После обеда – Грета уже прочитала детям главу из «Путешествия Нильса с дикими гусями» – он предложил пойти посидеть в каком-нибудь кабачке – так он представлял себе их разговор. Однако ничем не показал своего огорчения, когда Грета очень приветливым тоном ответила: «Конечно, пойди, тебе надо развеяться».
Итак, молчание. Слово было бы еще большей подлостью. Ни он, ни она не хотят мучить друг друга. А размышления ничего не дают, сколько ни размышляй, ничто не сдвигается с мертвой точки, сколько ни размышляй, лишь разбередишь старую рану, расцарапаешь, раздерешь до крови. Грета не захотела пойти, не захотела посидеть с ним «в каком-нибудь кабачке», как он себе представлял, и она ведь не сомневалась – он примет отказ как должное. Он сел в машину и включил мотор. Потом вышел и почистил заледеневшие стекла, наконец в полном порядке отбыл.
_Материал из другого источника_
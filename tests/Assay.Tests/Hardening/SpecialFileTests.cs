using System.Diagnostics;
using System.Security.Cryptography;
using Assay.Cli.Commands;
using Assay.Input;
using Assay.Model;
using Assay.Output;
using Assay.Tests.Cli;
using Assay.Tests.Features;
using Assay.Tests.Output;
using Assay.Tests.Support;
using Mono.Unix.Native;

namespace Assay.Tests.Hardening;

/// <summary>
/// Files that are not regular files — real FIFOs, /dev/zero, folders, symbolic link loops — are refused before they are
/// opened, naming the file; text input from a pipe (a FIFO or standard input) is read once, as it comes.
/// </summary>
public sealed class SpecialFileTests
{
    /// <summary>Anything that would block on a FIFO fails the test after this long instead of hanging the run.</summary>
    private static readonly TimeSpan Bound = TimeSpan.FromSeconds(30);

    private static string CopyModel(TempFolder temp, string name = "model")
    {
        string folder = temp.File(name);
        Directory.CreateDirectory(folder);
        foreach (string f in Directory.GetFiles(Checkpoints.Folder(FeatureExtractorTests.Spec)))
        {
            File.Copy(f, Path.Combine(folder, Path.GetFileName(f)));
        }
        return folder;
    }

    private static void MakeFifo(string path)
    {
        File.Delete(path);
        Assert.Equal(0, Syscall.mkfifo(path, FilePermissions.S_IRUSR | FilePermissions.S_IWUSR));
    }

    [Theory]
    [InlineData("config.json")]
    [InlineData("vocab.json")]
    [InlineData("merges.txt")]
    [InlineData("model.safetensors")]
    public async Task A_fifo_in_a_model_folder_is_refused_by_name_without_blocking(string file)
    {
        using var temp = new TempFolder();
        string folder = CopyModel(temp);
        string path = Path.Combine(folder, file);
        MakeFifo(path);
        var err = new StringWriter();
        // inspect opens every file of the folder (it hashes them too): nothing may open the FIFO.
        int code = await Task.Run(() => CommandRunner.Run(() => InspectCommand.Run(folder, TextWriter.Null), err)).WaitAsync(Bound);
        Assert.Equal(2, code);
        Assert.Equal($"assay: {path}: a FIFO (named pipe), not a regular file; the engine reads only regular files", err.ToString().TrimEnd());
    }

    [Fact]
    public async Task A_tokenizer_json_a_shard_index_and_a_words_file_as_fifos_are_refused()
    {
        using var temp = new TempFolder();
        string folder = CopyModel(temp);
        // Without vocab.json and merges.txt the loader reads tokenizer.json.
        File.Delete(Path.Combine(folder, "vocab.json"));
        File.Delete(Path.Combine(folder, "merges.txt"));
        string tokenizer = Path.Combine(folder, "tokenizer.json");
        MakeFifo(tokenizer);
        var e = await Assert.ThrowsAsync<InputFileException>(() => Task.Run(() => LanguageModel.Open(folder)).WaitAsync(Bound));
        Assert.Equal(tokenizer, e.FilePath);

        string sharded = CopyModel(temp, "sharded");
        File.Move(Path.Combine(sharded, "model.safetensors"), Path.Combine(sharded, "model-00001-of-00001.safetensors"));
        string index = Path.Combine(sharded, "model.safetensors.index.json");
        MakeFifo(index);
        e = await Assert.ThrowsAsync<InputFileException>(() => Task.Run(() => LanguageModel.Open(sharded)).WaitAsync(Bound));
        Assert.Equal(index, e.FilePath);

        string words = temp.File("words.txt");
        MakeFifo(words);
        var err = new StringWriter();
        int code = await Task.Run(() => CommandRunner.Run(() => ExtractCommand.Run(ExtractCommandTests.Request(ExtractionRunTests.WriteInput(temp, 4), temp.File("run"), "words", words: words),
            TextWriter.Null, err, CancellationToken.None), err)).WaitAsync(Bound);
        Assert.Equal(2, code);
        Assert.Contains($"{words}: a FIFO (named pipe), not a regular file", err.ToString(), StringComparison.Ordinal);
    }

    [Fact]
    public async Task Weights_linked_to_dev_zero_are_refused_by_open_and_by_manifest_verify()
    {
        using var temp = new TempFolder();
        string folder = CopyModel(temp);
        string weights = Path.Combine(folder, "model.safetensors");
        File.Delete(weights);
        File.CreateSymbolicLink(weights, "/dev/zero");
        var e = await Assert.ThrowsAsync<InputFileException>(() => Task.Run(() => LanguageModel.Open(folder)).WaitAsync(Bound));
        Assert.Equal($"{weights}: a character device, not a regular file; the engine reads only regular files", e.Message);

        // Hashing /dev/zero would never end: verify reports the link at once without reading it, and refuses a FIFO
        // in the folder by name.
        string entry = temp.File("entry.json");
        Assert.Equal(0, ManifestCommand.Pin(Checkpoints.Folder(FeatureExtractorTests.Spec), entry, "MIT", "test fixture", false, TextWriter.Null));
        var err = new StringWriter();
        int code = await Task.Run(() => CommandRunner.Run(() => ManifestCommand.Verify(folder, entry, TextWriter.Null, err), err)).WaitAsync(Bound);
        Assert.Equal(1, code);
        Assert.Contains($"assay: {weights}: a link to /dev/zero, outside the model folder", err.ToString(), StringComparison.Ordinal);
        File.Delete(weights);
        MakeFifo(weights);
        err = new StringWriter();
        code = await Task.Run(() => CommandRunner.Run(() => ManifestCommand.Verify(folder, entry, TextWriter.Null, err), err)).WaitAsync(Bound);
        Assert.Equal(2, code);
        Assert.Equal($"assay: {weights}: a FIFO (named pipe), not a regular file; the engine reads only regular files", err.ToString().TrimEnd());
    }

    [Fact]
    public void A_symbolic_link_loop_is_refused_with_its_path()
    {
        using var temp = new TempFolder();
        string folder = CopyModel(temp);
        string config = Path.Combine(folder, "config.json");
        File.Delete(config);
        File.CreateSymbolicLink(config, Path.Combine(folder, "loop.json"));
        File.CreateSymbolicLink(Path.Combine(folder, "loop.json"), config);
        var e = Assert.Throws<InputFileException>(() => LanguageModel.Open(folder));
        Assert.StartsWith($"{config}: a symbolic link loop", e.Message, StringComparison.Ordinal);

        // An input file that loops is an input problem, not an unwritable run folder.
        string input = temp.File("input.jsonl");
        File.CreateSymbolicLink(input, temp.File("other.jsonl"));
        File.CreateSymbolicLink(temp.File("other.jsonl"), input);
        var err = new StringWriter();
        Assert.Equal(2, CommandRunner.Run(() => ExtractCommand.Run(ExtractCommandTests.Request(input, temp.File("run"), "hidden"), TextWriter.Null, err, CancellationToken.None), err));
        Assert.StartsWith($"assay: {input}: a symbolic link loop", err.ToString(), StringComparison.Ordinal);
        Assert.Single(err.ToString().TrimEnd().Split('\n'));
    }

    [Fact]
    public void Manifest_verify_reports_files_linked_from_outside_the_folder_and_checks_subfolders()
    {
        using var temp = new TempFolder();
        string folder = CopyModel(temp);
        Directory.CreateDirectory(Path.Combine(folder, "extra"));
        File.WriteAllText(Path.Combine(folder, "extra", "notes.txt"), "pinned with the folder\n");
        string entry = temp.File("entry.json");
        Assay.Model.WeightsManifest.Pin(folder, entry, "MIT", "test fixture");
        Assert.Empty(Assay.Model.WeightsManifest.Verify(folder, entry));

        // A byte changed in a subfolder is a difference.
        File.WriteAllText(Path.Combine(folder, "extra", "notes.txt"), "pinned with the folder!\n");
        Assert.Contains(Assay.Model.WeightsManifest.Verify(folder, entry), l => l.StartsWith(Path.Combine(folder, "extra", "notes.txt") + ": sha256 ", StringComparison.Ordinal));
        File.WriteAllText(Path.Combine(folder, "extra", "notes.txt"), "pinned with the folder\n");

        // The same weights, linked from elsewhere: the bytes match, but they are not the folder's.
        string weights = Path.Combine(folder, "model.safetensors");
        string elsewhere = temp.File("elsewhere.safetensors");
        File.Move(weights, elsewhere);
        File.CreateSymbolicLink(weights, elsewhere);
        Assert.Equal([$"{weights}: a link to {elsewhere}, outside the model folder"], Assay.Model.WeightsManifest.Verify(folder, entry));
        var err = new StringWriter();
        Assert.Equal(1, ManifestCommand.Verify(folder, entry, TextWriter.Null, err));

        // A link inside the folder is the folder's own file; a subfolder linked from outside is reported like a file.
        File.Delete(weights);
        File.Move(elsewhere, Path.Combine(folder, "extra", "w.bin"));
        File.CreateSymbolicLink(weights, Path.Combine(folder, "extra", "w.bin"));
        Assert.Single(Assay.Model.WeightsManifest.Verify(folder, entry), l => l.Contains("extra/w.bin", StringComparison.Ordinal) || l.Contains(Path.Combine("extra", "w.bin"), StringComparison.Ordinal));
        Directory.CreateDirectory(temp.File("outside-dir"));
        Directory.CreateSymbolicLink(Path.Combine(folder, "linked"), temp.File("outside-dir"));
        Assert.Contains($"{Path.Combine(folder, "linked")}: a link to {temp.File("outside-dir")}, outside the model folder", Assay.Model.WeightsManifest.Verify(folder, entry));
        // Pinning such a folder is refused: an entry describes a folder's own files.
        Assert.Throws<Assay.Model.ManifestException>(() => Assay.Model.WeightsManifest.Pin(folder, temp.File("other.json"), "MIT", "test fixture"));
    }

    [Fact]
    public async Task Extract_reads_a_fifo_once_as_it_comes_and_records_its_size_and_hash_at_the_end()
    {
        using var temp = new TempFolder();
        string file = ExtractionRunTests.WriteInput(temp, 40);
        byte[] content = File.ReadAllBytes(file);
        var options = new RunOptions { CommitRows = 8, Extraction = new Assay.Features.ExtractionOptions { Features = [new Assay.Features.HiddenStateFeature(-1)] } };
        LanguageModel m = LanguageModel.Open(Checkpoints.Folder(FeatureExtractorTests.Spec));
        ExtractionRun.Execute(m, file, temp.File("from-file"), options);

        string fifo = temp.File("pipe.jsonl");
        MakeFifo(fifo);
        Task writer = Task.Run(() => File.WriteAllBytes(fifo, content));
        var seen = new List<RunProgress>();
        await Task.Run(() => ExtractionRun.Execute(m, fifo, temp.File("from-pipe"), options, new ExtractionRunTests.SyncProgress(seen.Add))).WaitAsync(Bound);
        await writer.WaitAsync(Bound);
        Assert.All(seen, p => Assert.Null(p.InputFraction));

        RunRecord a = RunRecord.Read(temp.File("from-file")), b = RunRecord.Read(temp.File("from-pipe"));
        Assert.Equal(a.Counts, b.Counts);
        foreach (string f in a.Files.Select(f => f.File))
        {
            Assert.Equal(File.ReadAllBytes(Path.Combine(temp.File("from-file"), f)), File.ReadAllBytes(Path.Combine(temp.File("from-pipe"), f)));
        }
        var input = (System.Text.Json.Nodes.JsonObject)b.Settings["input"]!;
        Assert.Equal(content.Length, input["bytes"]!.GetValue<long>());
        // The hash taken while streaming equals the file's SHA-256 (System.Security.Cryptography).
        Assert.Equal(Convert.ToHexStringLower(SHA256.HashData(content)), input["sha256"]!.GetValue<string>());
        Assert.True(input["stream"]!.GetValue<bool>());

        // A pipe cannot be read twice: resuming from one is refused before anything is read.
        var e = Assert.Throws<ArgumentException>(() => ExtractionRun.Execute(m, fifo, temp.File("from-pipe"), options with { Resume = true }));
        Assert.Contains("is a pipe, read once", e.Message, StringComparison.Ordinal);
    }

    [Fact]
    public async Task Cross_entropy_reads_standard_input()
    {
        using var temp = new TempFolder();
        string file = ExtractionRunTests.WriteInput(temp, 20);
        string folder = Checkpoints.Folder(FeatureExtractorTests.Spec);
        var fromFile = new StringWriter();
        Assert.Equal(0, CrossEntropyCommand.Run(folder, file, null, InputFormat.Auto, "text", fromFile, json: true));

        using Process p = ExtractCommandTests.StartChild(["cross-entropy", "-", "--format", "jsonl", "--model", folder, "--json"], standardInput: true);
        Task<string> stdout = p.StandardOutput.ReadToEndAsync(), stderr = p.StandardError.ReadToEndAsync();
        await p.StandardInput.BaseStream.WriteAsync(await File.ReadAllBytesAsync(file));
        p.StandardInput.Close();
        await p.WaitForExitAsync().WaitAsync(Bound);
        Assert.True(p.ExitCode == 0, await stderr);
        Assert.Equal(fromFile.ToString().Trim(), (await stdout).Trim());
        Assert.Contains(" texts, ", await stderr, StringComparison.Ordinal);
        Assert.DoesNotContain("% of input", await stderr, StringComparison.Ordinal);
    }

    [Fact]
    public void Utf16_input_is_refused_as_utf16()
    {
        using var temp = new TempFolder();
        string input = temp.File("texts.txt");
        File.WriteAllText(input, "a lamp\nthe salt\n", new System.Text.UnicodeEncoding(bigEndian: false, byteOrderMark: true));
        var e = Assert.Throws<TextInputException>(() => TextInputReader.Open(input));
        Assert.Equal($"{input}: UTF-16 text (byte-order mark FF FE); inputs are UTF-8: convert it (e.g. iconv -f UTF-16 -t UTF-8)", e.Message);
        File.WriteAllText(input, "a,b\n", new System.Text.UnicodeEncoding(bigEndian: true, byteOrderMark: true));
        Assert.Contains("byte-order mark FE FF", Assert.Throws<TextInputException>(() => TextInputReader.Open(input)).Message, StringComparison.Ordinal);
    }

    [Fact]
    public void A_folder_or_a_device_as_input_is_refused_by_name()
    {
        using var temp = new TempFolder();
        Assert.Equal($"{temp.Path}: a folder; an input is a regular file, a FIFO or - (standard input)",
            Assert.Throws<InputFileException>(() => TextInputReader.Open(temp.Path)).Message);
        Assert.StartsWith("/dev/zero: a character device", Assert.Throws<InputFileException>(() => TextInputReader.Open("/dev/zero")).Message, StringComparison.Ordinal);
    }
}
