namespace Assay.Evaluation;

/// <summary>
/// Where a study is: step <paramref name="Index"/> of <paramref name="Count"/> (a model's cross-entropy, one extraction
/// run, or one cell), and within it <paramref name="Done"/> of <paramref name="Total"/> units.
/// </summary>
/// <param name="Index">The step, 1-based.</param>
/// <param name="Count">Steps in the whole study (kept steps included).</param>
/// <param name="Step">What the step computes, e.g. "final/kind-of/train" or "final/kind-of/cmean".</param>
/// <param name="Done">Units done in this step.</param>
/// <param name="Total">Units in this step.</param>
/// <param name="Unit">What a unit is: "texts", "rows" or "C values".</param>
/// <param name="Tokens">Tokens run through the model in this step so far (0 for a probe).</param>
/// <param name="Elapsed">Time since the step began.</param>
public readonly record struct StudyProgress(int Index, int Count, string Step, long Done, long Total, string Unit, long Tokens, TimeSpan Elapsed);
Водку и пиво пил у стойки. За столиками тискались парочки, молодые. Кто-то обратился к нему, потом еще кто-то, но скоро, заметив в вежливом тоне отчужденность, его оставили в покое. Музыка гремела вовсю, невыносимо, из-за этого мелькавшие в голове мысли только утомляли и причиняли боль. Ах, пустота в голове, звенящая, гулкая пустота. Но никаких других изменений не было. В конце концов он повис, привалившись к этой чертовой музыке, пьяный, и тут с предельной ясностью увидел границы, проходящие через все обстоятельства его жизни. Многое сразу пришло в порядок, сосредоточилось, распределилось. «Проблема» перестала влиять на все остальное. Сама она не сделалась разрешимой, но теперь она приемлема, о, страшно приемлема.